Work instructions: Go to the line that contains "place in known])" and transcribe from there to the end of the entries, that line and the last one included.
Dataset entries Block Start
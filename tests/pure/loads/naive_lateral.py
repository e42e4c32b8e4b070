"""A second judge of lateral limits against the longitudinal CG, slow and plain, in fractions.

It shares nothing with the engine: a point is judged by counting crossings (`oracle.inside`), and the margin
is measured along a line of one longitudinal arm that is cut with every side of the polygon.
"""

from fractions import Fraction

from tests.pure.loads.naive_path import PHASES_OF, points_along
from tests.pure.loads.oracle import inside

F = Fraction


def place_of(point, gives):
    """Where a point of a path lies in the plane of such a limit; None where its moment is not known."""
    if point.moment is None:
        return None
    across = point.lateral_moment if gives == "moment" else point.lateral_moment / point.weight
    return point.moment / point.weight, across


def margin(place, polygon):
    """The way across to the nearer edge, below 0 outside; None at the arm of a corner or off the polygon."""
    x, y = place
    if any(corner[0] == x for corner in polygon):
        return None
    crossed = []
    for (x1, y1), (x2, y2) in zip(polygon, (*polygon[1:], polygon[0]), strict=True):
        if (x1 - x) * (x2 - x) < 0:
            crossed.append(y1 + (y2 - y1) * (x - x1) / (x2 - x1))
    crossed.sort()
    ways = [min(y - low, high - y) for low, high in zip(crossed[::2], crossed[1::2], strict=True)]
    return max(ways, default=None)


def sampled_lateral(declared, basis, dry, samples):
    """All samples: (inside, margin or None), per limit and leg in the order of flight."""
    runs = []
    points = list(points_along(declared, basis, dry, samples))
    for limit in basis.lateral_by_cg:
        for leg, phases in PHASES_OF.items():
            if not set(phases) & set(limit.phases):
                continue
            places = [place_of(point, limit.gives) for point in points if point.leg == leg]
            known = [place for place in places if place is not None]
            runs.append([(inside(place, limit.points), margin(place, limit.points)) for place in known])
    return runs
Dataset entries Block End
Reply to the exercise:
            runs.append([(inside(place, limit.points), margin(place, limit.points)) for place in known])
    return runs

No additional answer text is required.